Third, you put a note that your Lewis structure is "messed up," and indeed it is, but in order for us to know what you do and don't know, we need to know what part of the Lewis structure YOU think is messed up. So since you haven't been able to type it out, can you describe to us in words what you are starting with? Start with the P and then describe where the 4 oxygens are relative to that and how many bonds you are assigning for each position. For the sake of clarity, you can use terms such as up, down, left, right, or north, south, east, west...whatever helps tells us what direction you are drawing bonds sticking out of each atom in your diagram.

Lastly, as you draw the Lewis structure, remember to put the dots on it for where the electrons are.

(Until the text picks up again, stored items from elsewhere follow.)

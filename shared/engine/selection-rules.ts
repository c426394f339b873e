/**
 * Rules 4–7 of the physics contract (docs/physics.md §3): allowed projections m of the N-th
 * harmonic, their mirror parity, emission along the normal and allowed multipoles. Lab frame;
 * m is the projection on +z; mirror azimuths in degrees.
 */
import type { Parity } from './mirror-parity'

/** All sums m_1 + … + m_N with every m_i from `projections` (ascending, distinct). */
export function sumProjections(projections: readonly number[], order: number): number[] {
  let sums = new Set<number>([0])
  for (let i = 0; i < order; i++) {
    const next = new Set<number>()
    for (const s of sums) for (const m of projections) next.add(s + m)
    sums = next
  }
  return [...sums].sort((a, b) => a - b)
}

/** Inputs of rule 4. */
export interface AllowedMInput {
  pumpProjections: readonly number[]
  order: number
  /** Cylindrical content Q of the lab-frame tensor. */
  q: readonly number[]
  /** n of the structure; 0 = ∞ (no k·n term). */
  rotationOrder: number
  /** Only |m| ≤ window is listed. */
  window: number
}

/**
 * Rule 4: m = m_1 + … + m_N + q + k·n (k ∈ Z; no k term for n = ∞), limited to |m| ≤ window,
 * ascending.
 */
export function findAllowedHarmonics(input: AllowedMInput): number[] {
  return allowedFromSums(sumProjections(input.pumpProjections, input.order), input.q, input.rotationOrder, input.window)
}

/** Largest window handled with a flag table; wider (or non-integer) inputs take the general path. */
const TABLE_WINDOW = 4096

/**
 * Rule 4 from the pump sums already formed (see {@link findAllowedHarmonics}): ascending, distinct.
 * Integer inputs (every validated request) mark m on a flag table over [−window, window]; any other
 * input takes the general set-and-sort path, which gives the same list.
 */
export function allowedFromSums(sums: readonly number[], q: readonly number[], n: number, window: number): number[] {
  if (!(
    Number.isInteger(window) &&
    window >= 0 &&
    window <= TABLE_WINDOW &&
    Number.isInteger(n) &&
    n >= 0 &&
    allIntegers(sums) &&
    allIntegers(q)
  ))
    return allowedBySet(sums, q, n, window)
  const out: number[] = []
  if (q.length === 0 || sums.length === 0) return out
  const flags = FLAGS
  let count = 0
  for (let i = 0; i < sums.length; i++)
    for (let j = 0; j < q.length; j++) {
      const base = sums[i] + q[j]
      if (n === 0) {
        if (Math.abs(base) <= window && flags[base + window] === 0) {
          flags[base + window] = 1
          count++
        }
        continue
      }
      const start = base - n * Math.floor((base + window) / n)
      for (let m = start; m <= window; m += n)
        if (m >= -window && flags[m + window] === 0) {
          flags[m + window] = 1
          count++
        }
    }
  for (let k = 0, end = 2 * window; k <= end && out.length < count; k++)
    if (flags[k] === 1) {
      flags[k] = 0
      out.push(k - window)
    }
  return out
}

/** Scratch flags of {@link allowedFromSums}; every flag it sets is cleared again before it returns. */
const FLAGS = new Uint8Array(2 * TABLE_WINDOW + 1)

function allIntegers(values: readonly number[]): boolean {
  for (let i = 0; i < values.length; i++) if (!Number.isInteger(values[i])) return false
  return true
}

function allowedBySet(sums: readonly number[], q: readonly number[], n: number, window: number): number[] {
  const allowed = new Set<number>()
  for (const s of sums)
    for (const dq of q) {
      const base = s + dq
      if (n === 0) {
        if (Math.abs(base) <= window) allowed.add(base)
        continue
      }
      const start = base - n * Math.floor((base + window) / n)
      for (let m = start; m <= window; m += n) if (m >= -window) allowed.add(m)
    }
  return [...allowed].sort((a, b) => a - b)
}

/** Rule 5: parity of the harmonic = tensor parity × (pump parity)^N, 0 unless both are defined. */
export function harmonicParity(tensorParity: Parity, pumpParity: Parity, order: number): Parity {
  if (tensorParity === 0 || pumpParity === 0) return 0
  return (tensorParity * pumpParity ** order) as Parity
}

/** Zeroth-order emission along the normal (rule 6). */
export interface NormalEmission {
  allowed: boolean
  /** The allowed projections among {−1, +1}. */
  m: number[]
  /** For a circular pump: 'co-rotating' (same sign as the pump m) or 'counter-rotating', per entry of m. */
  handedness?: ('co-rotating' | 'counter-rotating')[]
}

/** Rule 6: normal emission iff ±1 is allowed; with a circular pump of projection `pumpM`, name the relation. */
export function findNormalEmission(allowedM: readonly number[], pumpM?: 1 | -1): NormalEmission {
  const m: number[] = []
  if (allowedM.includes(-1)) m.push(-1)
  if (allowedM.includes(1)) m.push(1)
  const out: NormalEmission = { allowed: m.length > 0, m }
  if (pumpM !== undefined && m.length > 0)
    out.handedness = m.map((x) => (x === pumpM ? 'co-rotating' : 'counter-rotating'))
  return out
}

/** A radiating multipole: electric (E) or magnetic (M), order l ≥ 1, projection m. */
export interface Multipole {
  type: 'E' | 'M'
  l: number
  m: number
}

/**
 * Rule 7: (type, l, m) is allowed iff |m| ≤ l and m is allowed. At m = 0 an electric multipole
 * is even and a magnetic one odd under every vertical mirror, so each parity sign that applies
 * keeps only the matching type (conflicting signs forbid m = 0). For m ≠ 0 each type has one even
 * and one odd combination, so both remain.
 * @param paritySigns signs of the parity rules that apply (rule 5), one per mirror.
 */
export function findAllowedMultipoles(
  allowedM: readonly number[],
  paritySigns: readonly (1 | -1)[],
  lmax: number,
): Multipole[] {
  const hasEven = paritySigns.includes(1)
  const hasOdd = paritySigns.includes(-1)
  const out: Multipole[] = []
  for (let l = 1; l <= lmax; l++)
    for (const m of allowedM) {
      if (Math.abs(m) > l) continue
      if (m !== 0 || !hasOdd) out.push({ type: 'E', l, m })
      if (m !== 0 || !hasEven) out.push({ type: 'M', l, m })
    }
  return out
}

We will wait for your next response before continuing forward, because I suspect I see where you're running into difficulty, but need to confirm it and figure out why you're stuck there before helping you figure this one out.

1. What is the chemical formula for PO4 (3-)?

The chemical formula for PO4 (3-) is a polyatomic ion that consists of one phosphorus atom and four oxygen atoms, with a charge of -3.

2. How many resonance structures does PO4 (3-) have?

PO4 (3-) has three resonance structures, which can be drawn by moving the double bonds between the phosphorus and oxygen atoms in different arrangements.

3. Why are resonance structures important for PO4 (3-)?

Resonance structures are important for PO4 (3-) because they help to explain the delocalization of electrons in the molecule, which affects its stability and reactivity.

4. How do you determine the major resonance structure for PO4 (3-)?

The major resonance structure for PO4 (3-) is determined by following the rules of resonance, which state that the structure with the lowest formal charges and the greatest number of covalent bonds is the most stable.

5. What is the overall charge of PO4 (3-)?

The overall charge of PO4 (3-) is -3, due to the three extra electrons from the negative charge on the polyatomic ion.